Apesar das particularidades de cada crime, como ambos têm como pano de fundo a discriminação com base na raça, Clara Costa explica que é possível afirmar que toda injúria racial é racismo, mas nem todo ato de racismo, considerando a sua repercussão e abrangência, será crime de injúria.
Em relação aos números dos crimes no RN, a advogada diz que acreditar existir uma subnotificação nos casos, que envolve as dificuldades das pessoas pretas terem acesso à justiça. “Uma vez que o racismo é estrutural, os procedimentos formais para se buscar direitos, que gera o registro de dados, muitas vezes é dificultado a ponto de desestimular ou até impedir o acesso à justiça das vítimas e consequentemente do registro destes crimes. Outro ponto alarmante é que o racismo produz, todos os anos, altos índices de vítimas fatais, principalmente entre jovens pretos e pardos. Então este dado pode não aparecer, dentro deste índice de racismo, simplesmente porque a existência de quem o registra é constantemente ameaçada”, diz Clara Costa.
ALÉM DOS NÚMEROS E ESTATÍSTICAS
Para além das questões jurídicas, os números de crimes motivados por cor ou raça no estado são reflexos do racismo estrutural que persiste no país. Para a antropóloga e coordenadora do Núcleo de Estudos Afro-Brasileiros e Indígenas da UERN, Eliane Anselmo, o aumento identificado nos dados do estado podem ser consequência de dois fatores: a sociedade brasileira ter passado se sentir mais “confortável” para expressar o racismo, ao mesmo passo que as pessoas pretas, que sofrem o preconceito, passaram a se sentir mais encorajadas a denunciar as violências.
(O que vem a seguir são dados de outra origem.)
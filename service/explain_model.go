package service

import (
	"fmt"
	"math"
	"strings"

	"limitary/internal/chart"
	"limitary/internal/decimal"
	"limitary/internal/judge"
	"limitary/internal/store"
)

// modelSentences tell what a version's scales follow from besides process sigma.
func (e *explainer) modelSentences() (out []string) {
	m := e.judge.Limits().Model
	if m.Transform.Kind != chart.Identity {
		out = append(out, fmt.Sprintf("Readings are judged on the %s scale, after adding %s; the answer also gives places in %s, where the centre is a median.",
			m.Transform.Kind, shortest(m.Transform.Offset), e.version.Unit))
	}
	if len(m.Levels) > 0 {
		if l, ok := m.LevelOf(e.result.Result.Material); ok {
			out = append(out, fmt.Sprintf("Readings of material %q count as (reading - %s) / %s.", l.Material, shortest(l.Reference), shortest(l.Sigma)))
		}
	}
	switch {
	case m.CountMethod == chart.Exact:
		out = append(out, "Its lines are exact whole counts, each sample's own.")
	case m.Inflation > 0:
		out = append(out, fmt.Sprintf("The sigma of counting is multiplied by %s, by which samples were found to vary more or less.", shortest(m.Inflation)))
	case m.BetweenSigma > 0 && e.version.Kind.Counts():
		out = append(out, fmt.Sprintf("To the variance of counting is added that between samples, %s squared.", shortest(m.BetweenSigma)))
	}
	return out
}

// countStatistic tells how the plotted statistic came from a count.
func (e *explainer) countStatistic(c chart.Count, rounded string) string {
	if e.version.Kind == chart.P || e.version.Kind == chart.U {
		return fmt.Sprintf("Location: %v in %v inspected, %v / %v, %s.", c.Nonconforming, c.Inspected, c.Nonconforming, c.Inspected, rounded)
	}
	return fmt.Sprintf("Location: the count %v in %v inspected, %s.", c.Nonconforming, c.Inspected, rounded)
}

func (e *explainer) countScale(t store.TraceVerdict) string {
	law := map[chart.Kind]string{
		chart.P: "p(1 - p) / inspected", chart.NP: "np(1 - p)", chart.C: "c", chart.U: "u / inspected",
	}[e.version.Kind]
	return fmt.Sprintf("Its centre is %s and its sigma, from the variance of counting %s, %s.", e.number(t.Scale.Centre), law, shortest(significant(t.Scale.Sigma)))
}

// onScale tells that readings were taken on another scale; empty where they were not.
func (e *explainer) onScale() string {
	m := e.judge.Limits().Model
	switch {
	case len(m.Levels) > 0:
		return fmt.Sprintf("from the readings %s, standardised", strings.Join(e.result.Result.Readings, ", "))
	case m.Transform.Kind != chart.Identity:
		return fmt.Sprintf("from the readings %s, on the %s scale", strings.Join(e.result.Result.Readings, ", "), m.Transform.Kind)
	}
	return ""
}

// relative reports whether the range of a point is taken in percent of its mean.
func (e *explainer) relative(pt judge.Point) bool {
	if e.version.Kind != chart.RelativeRange {
		return false
	}
	_, absolute := e.judge.Limits().Model.Spread.At(0, math.Abs(decimal.Mean(pt.Readings, decimal.Unrounded)))
	return !absolute
}

func capital(s string) string { return strings.ToUpper(s[:1]) + s[1:] }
“Declarações racistas publicizadas e a priori, sem nenhuma consequência, perpetuam opressões racistas seculares na sociedade. Por outro lado, as pessoas estão mais encorajadas a denunciar os casos de racismo e injúria racial, desde que também se aumentou no país os incentivos, através de instituições públicas, universidades e organizações não governamentais, que garantem por exemplo, o atendimento jurídico e psicológico às vítimas, o que é muito importante. As políticas públicas de combate ao racismo e demais formas de discriminação têm cumprido seu papel, mas mesmo assim, muitas pessoas ainda temem e acenam para a morosidade da justiça brasileira nas punições desse tipo de crime”, diz a antropóloga.
Eliane Anselmo explica que, tanto as leis, que por exemplo, passaram a configurar o racismo como crime, quanto as demais políticas públicas e ações afirmativas voltadas para o combate do preconceito racial e reparação histórica para o povo negro, têm sido avanços importantes, no entanto, ainda não são suficientes para garantir uma igualdade racial efetiva. Para ela, a base dessa mudança está na educação.
“Reconhecer o Brasil como um país racista, com uma cultura nacional pautada no mito da democracia racial, e assim, investir numa educação que valorize o povo negro e o inclua efetivamente nas estruturas das sociedade, é o principal caminho. Trilhado a passos lentos, mas que já começa a mostrar resultados. A valorização da cultura e da identidade étnico-racial do povo brasileiro, tem, sem dúvida, melhorado a vida das populações que foram historicamente excluídas no país. Mas ainda tem muito a se fazer. A educação é sempre um bom começo”, conclui a antropóloga.